Architecture Overview

┌─────────────────┐    ┌─────────────────┐    ┌─────────────────┐
│   Source Model  │    │  Target Model   │    │   Embeddings    │
│ (EmbeddableContract)  │ (EmbeddingSearchableContract) │    │    Table       │
│                 │    │                 │    │                 │
│ • Customer      │───▶│ • Job           │◀──│ • Vector data   │
│ • User Profile  │    │ • Product       │   │ • Similarity    │
│ • Candidate     │    │ • Article       │   │   calculations  │
└─────────────────┘    └─────────────────┘    └─────────────────┘
         │                       │                       │
         ▼                       ▼                       ▼
┌─────────────────┐    ┌─────────────────┐    ┌─────────────────┐
│ toEmbeddingText()│    │ toEmbeddingText()│    │  PostgreSQL     │
│ • Generate text │    │ • Generate text │    │  with pgvector  │
│   for embedding │    │   for embedding │    │  extension      │
└─────────────────┘    └─────────────────┘    └─────────────────┘

API Reference

EmbeddableTrait Methods

`matchingResults(string $targetModelClass, int $topK = 5, ?Closure $queryFilter = null): Collection`

Find models similar to the current model.

Parameters:

$targetModelClass: Fully qualified class name of the target model
$topK: Maximum number of results (default: 5)
$queryFilter: Optional closure to filter results before similarity calculation

Returns: Collection of models with match_percent and distance properties

`getEmbedding(): ?Embedding`

Get the existing embedding for the current model without creating a new one.

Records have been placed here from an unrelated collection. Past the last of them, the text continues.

def draw(design: TreeDesign, chip: Chip | None = None, rules: LayoutRules | None = None) -> Layout:
    """Draw a sized tree design on a chip.

    Parameters
    ----------
    design : TreeDesign
        The sized, mirrored bifurcating tree (at least one generation).
    chip : Chip, optional
        Footprint, edge margin and punch (default a 75 x 25 mm slide).
    rules : LayoutRules, optional
        Grid, walls, bend radius, alignment margin, port keep-out.

    Returns
    -------
    Layout
        Channels with their identities and exact lengths [m], mask layers (one per depth,
        shallowest first), ports, nodes.

    Raises
    ------
    LayoutError
        When the design does not fit on the chip (the message gives the size it needs).
    """
    chip = chip or Chip()
    rules = rules or LayoutRules()
    n = design.generations
    if n < 1:
        raise LayoutError(f"design '{design.name}': a tree needs at least one generation")
    if any(level.round for level in design.levels):
        raise LayoutError(
            f"design '{design.name}': round channels (tree.shape = \"round\") cannot be drawn "
            "on a moulded chip; they size a comparison with Murray's law. Use chipflow check "
            'for the comparison, or shape = "rectangular" to build a chip'
        )
    plan, fold_warnings = choose_plan(design, chip, rules)
    grid = rules.grid
    tol = grid / 4
    n_bed = 2**n
    rise = (plan.runs - 1) * plan.turn
    keep = chip.punch_diameter / 2 + rules.port_keepout
    r_hole = chip.punch_diameter / 2

    # x positions: centre the drawing on the chip, the port on the grid; each junction's x
    # has the wall parity of the children leaving it (see Plan); the outlet side is the exact
    # mirror image about the middle of the bed, whose x extent is a whole number of steps
    x_in = _snap(chip.width / 2 - plan.width_needed / 2 + chip.margin + keep, grid)
    x_rim = x_in + r_hole
    x_node = x_rim + plan.trunk + np.r_[0.0, np.cumsum(plan.advance[1:n])]
    x_mid = x_node[n - 1] + plan.bed_extent / 2
    # y positions: the trunk's axis has its wall parity; every child's axis lies
    # plan.offset[g] above or below its parent's
    y_in = _snap(chip.height / 2 - rise / 2, grid) + half_offset(plan.width[0], grid)

    # nodes: 0 inlet, 1 outlet, distribution levels, collection levels
    level_start = np.cumsum([0] + [2**k for k in range(n)])
    n_level = int(level_start[-1])
    d0, c0 = 2, 2 + n_level
    node_xy = np.empty((2 + 2 * n_level, 2))
    node_xy[0] = (x_rim, y_in)
    node_xy[1] = (2 * x_mid - x_rim, y_in + rise)
    for k in range(n):
        i = np.arange(2**k)
        y = y_in + _side_offsets(i, k, plan.offset)
        sl = slice(level_start[k], level_start[k + 1])
        node_xy[d0 + sl.start : d0 + sl.stop] = np.column_stack((np.full(i.size, x_node[k]), y))
        node_xy[c0 + sl.start : c0 + sl.stop] = np.column_stack(
            (np.full(i.size, 2 * x_mid - x_node[k]), y + rise)
        )
    names = ["inlet", "outlet"]
    names += [f"split{k}.{i}" for k in range(n) for i in range(2**k)]
    names += [f"merge{k}.{i}" for k in range(n) for i in range(2**k)]

    dist = design.distribution
    coll = {lv.generation: lv for lv in design.collection}
    bed = design.bed

    parts: list[dict] = []  # one entry per level, in channel order
    # fragments of the mask layers: (polygons, depth, node whose neighbourhood they join)
    frags: list[tuple[np.ndarray, float, np.ndarray]] = []
    cuts = merge_cuts(design, plan, rules)

    drawn = {}  # (role, generation) -> (designed, drawn) width where the grid changed it

    def add(role, level, traces, starts, node_a, node_b, index, mirror=False, cut=None):
        """All channels of one level from its up/down templates, vectorised.

        ``cut`` (distance from the template's end [m], within its last straight run along
        +x) splits each outline into two fragments for the mask layers: the part up to the
        cut joins the junction where the template starts, the rest the one where it ends.
        """
        sign = np.asarray(traces["sign"])  # (count,) +1 upper, -1 lower
        width = drawn_width(level.width, grid)
        if not math.isclose(width, level.width, rel_tol=0, abs_tol=1e-12):
            drawn[(role, level.generation)] = (level.width, width)
        up, down = traces[1], traces[-1]
        xy = np.where(sign[:, None, None] > 0, up.xy[None], down.xy[None]) + starts[:, None, :]

        def rings(tr_up, tr_down):
            ring_up, ring_down = (
                offset_ring(tr_up, width),
                offset_ring(tr_down, width),
            )
            ring = np.where(sign[:, None, None] > 0, ring_up[None], ring_down[None])
            ring = ring + starts[:, None, :]
            if mirror:  # collection: mirror about x_mid, lift by the serpentine rise
                ring = np.stack((2 * x_mid - ring[..., 0], ring[..., 1] + rise), axis=-1)
            return shapely.polygons(ring)

        if mirror:  # collection: mirror about x_mid, lift by the serpentine rise, reverse
            xy = np.stack((2 * x_mid - xy[..., 0], xy[..., 1] + rise), axis=-1)[:, ::-1]
        outline = rings(up, down)
        # the template starts at node_a (node_b when mirrored, as the flow runs backwards)
        first, last = (node_b, node_a) if mirror else (node_a, node_b)
        if cut is None:
            frags.append((outline, level.depth, first))
        else:
            (head_up, tail_up), (head_down, tail_down) = (
                split_trace(up, cut),
                split_trace(down, cut),
            )
            frags.append((rings(head_up, head_down), level.depth, first))
            frags.append((rings(tail_up, tail_down), level.depth, last))
        count = sign.size
        parts.append(
            dict(
                centreline=shapely.linestrings(xy),
                outline=outline,
                length=np.full(count, up.length),
                width=np.full(count, width),
                depth=np.full(count, level.depth),
                generation=np.full(count, level.generation),
                role=np.full(count, role, dtype=object),
                index=index,
                node_a=node_a,
                node_b=node_b,
                bends=np.full(count, up.bends),
            )
        )

    def tree_traces(g: int, count: int) -> dict:
        th, lead, r = plan.theta[g], plan.lead_in[g], plan.radius[g]
        out = {"sign": np.where(np.arange(count) % 2 == 1, 1.0, -1.0)}
        for s in (1, -1):
            out[s] = trace(s * th, [("L", lead), ("A", r, -s * th), ("L", plan.straight[g])], tol)
        return out

    # distribution
    trunk = {"sign": np.ones(1), 1: trace(0.0, [("L", plan.trunk)], tol)}
    trunk[-1] = trunk[1]
    dist_nodes = [d0 + level_start[k] + np.arange(2**k) for k in range(n)]
    coll_nodes = [c0 + level_start[k] + np.arange(2**k) for k in range(n)]
    trunk_nodes = (np.array([0]), dist_nodes[0], np.array([0]))
    add("distribution", dist[0], trunk, node_xy[[0]], *trunk_nodes, cut=cuts[0])
    for g in range(1, n):
        i = np.arange(2**g)
        tr = tree_traces(g, i.size)
        parent = dist_nodes[g - 1][i // 2]
        add("distribution", dist[g], tr, node_xy[parent], parent, dist_nodes[g], i, cut=cuts[g])
    # bed
    i = np.arange(n_bed)
    th, lead, r = plan.theta[n], plan.lead_in[n], plan.radius[n]
    bed_tr = {"sign": np.where(i % 2 == 1, 1.0, -1.0)}
    for s in (1, -1):
        pieces = [("L", lead), ("A", r, -s * th)]
        if plan.runs == 1:
            pieces.append(("L", plan.run_length))
        else:
            pieces.append(("L", plan.lead))
            for j in range(plan.runs):
                pieces.append(("L", plan.run_length))
                if j < plan.runs - 1:
                    pieces.append(("A", plan.turn / 2, math.pi if j % 2 == 0 else -math.pi))
            pieces.append(("L", plan.lead))
        pieces += [("A", r, -s * th), ("L", lead)]
        bed_tr[s] = trace(s * th, pieces, tol)
    parent = dist_nodes[n - 1][i // 2]
    add("bed", bed, bed_tr, node_xy[parent], parent, coll_nodes[n - 1][i // 2], i)
    # collection: mirror images of the distribution channels, flow towards the outlet
    for g in range(n - 1, 0, -1):
        i = np.arange(2**g)
        tr = tree_traces(g, i.size)
        parent = dist_nodes[g - 1][i // 2]
        add(
            "collection",
            coll[g],
            tr,
            node_xy[parent],
            coll_nodes[g],
            coll_nodes[g - 1][i // 2],
            i,
            mirror=True,
            cut=cuts[g],
        )
    add(
        "collection",
        coll[0],
        trunk,
        node_xy[[0]],
        coll_nodes[0],
        np.array([1]),
        np.array([0]),
        mirror=True,
        cut=cuts[0],
    )

    cat = {key: np.concatenate([p[key] for p in parts]) for key in parts[0]}

    # layers
    depths = np.unique(np.round(cat["depth"], 12))
    layer = np.searchsorted(depths, np.round(cat["depth"], 12))

    # junction discs and alignment overlaps, node by node level (vectorised per level)
    node_pts = shapely.points(node_xy)
    junctions: list[tuple[str, int, Junction]] = []
    for k, a_sel, b_sel in _junction_pairs(cat, n):
        # a_sel: channels ending at the junctions; b_sel: channels starting there
        nodes = np.unique(cat["node_b"][a_sel])
        wa, wb = cat["width"][a_sel][0], cat["width"][b_sel][0]
        da, db = cat["depth"][a_sel][0], cat["depth"][b_sel][0]
        deep = max(da, db)
        radius = max(wa, wb) / 2
        is_y = plan.theta[k + 1] < math.pi / 2 - 1e-9
        if is_y:  # a Y: blunt the wall tip between children
            frags.append((shapely.buffer(node_pts[nodes], radius, quad_segs=16), deep, nodes))
        # the parent is the channel on the trunk's side of the junction
        dist_side = cat["role"][a_sel][0] == "distribution" and cat["generation"][a_sel][0] == k
        (pw, pd, ps), (cw, cd) = (
            ((wa, da, a_sel), (wb, db)) if dist_side else ((wb, db, b_sel), (wa, da))
        )
        junctions.append(
            (
                str(cat["role"][ps][0]),
                k,
                Junction(
                    float(pw),
                    float(pd),
                    float(cw),
                    float(cd),
                    float(plan.theta[k + 1]),
                    radius if is_y else 0.0,
                    0.0 if math.isclose(da, db, rel_tol=1e-9) else radius + rules.alignment_margin,
                    min(float(plan.lead_in[k + 1]), STUB_WIDTHS * float(cw)),
                    float(plan.radius[k + 1]),
                ),
            )
        )
        if not math.isclose(da, db, rel_tol=1e-9):
            shallow = np.flatnonzero(b_sel if da > db else a_sel)
            # the overlap reaches alignment_margin past the junction disc along each channel
            ends = cat["node_a"][shallow] if da > db else cat["node_b"][shallow]
            reach = shapely.buffer(node_pts[ends], radius + rules.alignment_margin, quad_segs=16)
            frags.append((shapely.intersection(cat["outline"][shallow], reach), deep, ends))

    # ports: hole-sized pads joined to their channel
    ports = (
        PortMark("inlet", x_in, y_in, chip.punch_diameter, keep),
        PortMark("outlet", 2 * x_mid - x_in, y_in + rise, chip.punch_diameter, keep),
    )
    for node, (port, ch) in enumerate(zip(ports, (0, cat["width"].size - 1), strict=True)):
        half, rim = cat["width"][ch] / 2, node_xy[node, 0]
        neck = shapely.box(min(port.x, rim), port.y - half, max(port.x, rim), port.y + half)
        pad = shapely.union(shapely.Point(port.x, port.y).buffer(r_hole, quad_segs=32), neck)
        frags.append((np.array([pad]), cat["depth"][ch], np.array([node])))

    # every fragment joins the neighbourhood of one junction; the two ends of a pair of bed
    # channels form one neighbourhood (the pair encloses the wall between them)
    hood = np.arange(node_xy.shape[0])
    hood[coll_nodes[n - 1]] = dist_nodes[n - 1]
    geoms = np.concatenate([f[0] for f in frags])
    f_layer = np.concatenate(
        [np.full(f[0].size, np.searchsorted(depths, np.round(f[1], 12))) for f in frags]
    )
    f_hood = np.concatenate([hood[f[2]] for f in frags])
    layers = []
    for li, depth in enumerate(depths):
        sel = f_layer == li
        merged = merge_layer(geoms[sel], f_hood[sel] if cuts[0] is not None else None)
        merged = snap_to_grid(merged, grid)
        layers.append(MaskLayer(layer_name(li + 1, float(depth)), float(depth), merged))

    channels = DrawnChannels(
        centreline=cat["centreline"],
        length=cat["length"].astype(float),
        width=cat["width"].astype(float),
        depth=cat["depth"].astype(float),
        generation=cat["generation"].astype(int),
        role=cat["role"].astype(str),
        index=cat["index"].astype(int),
        node_a=cat["node_a"].astype(int),
        node_b=cat["node_b"].astype(int),
        layer=layer.astype(int),
        outline=cat["outline"],
        bends=cat["bends"].astype(int),
    )
    # what is drawn is what is solved: every wall where the solved width puts it
    mask = check_mask_widths(channels, tuple(layers), min(1e-9, grid * 1e-3))
    channels = dataclasses.replace(channels, mask_width=mask)
    warnings = list(fold_warnings)
    if bed.length < plan.bed_min_length - 1e-12:
        warnings.append(
            f"bed channels drawn {plan.bed_min_length * 1e6:.0f} um long instead of the "
            f"designed {bed.length * 1e6:.0f} um: their two bends alone need that length"
        )
    for (role, g), (designed, width) in drawn.items():
        warnings.append(
            f"{role} generation {g}: width {designed * 1e6:.4g} um is not a whole number of "
            f"{grid * 1e6:g} um grid steps; drawn and solved {width * 1e6:.4g} um wide"
        )
    return Layout(
        name=design.name,
        outline=shapely.box(0.0, 0.0, chip.width, chip.height),
        margin=chip.margin,
        grid=grid,
        layers=tuple(layers),
        ports=ports,
        channels=channels,
        node_xy=node_xy,
        node_names=tuple(names),
        warnings=tuple(warnings),
        junctions=tuple(junctions),
    )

Returns: Embedding model instance or null if no embedding exists

`getOrCreateEmbedding(): Embedding`

Get the existing embedding or create a new one if none exists. Also handles updating embeddings when embedding_sync_required is true.

Returns: Embedding model instance

`queueForSyncing(): void`

Mark the model's embedding for re-generation on the next sync. This is useful when you want to defer embedding updates until a batch process runs.

Returns: void

`createFreshEmbedding(): Embedding`

Force create a new embedding for the model, bypassing any existing embedding.

Returns: Newly created Embedding model instance

`embedding(): MorphOne`

Eloquent relationship to the embedding record.

Returns: MorphOne relationship

EmbeddingSearchableTrait Methods

`queryForEmbedding(): Builder`

Get the base query for models to be embedded during initial processing.

Returns: Eloquent Builder instance

`queryForSyncing(): Builder`

Get the query for models that need re-embedding (sync process).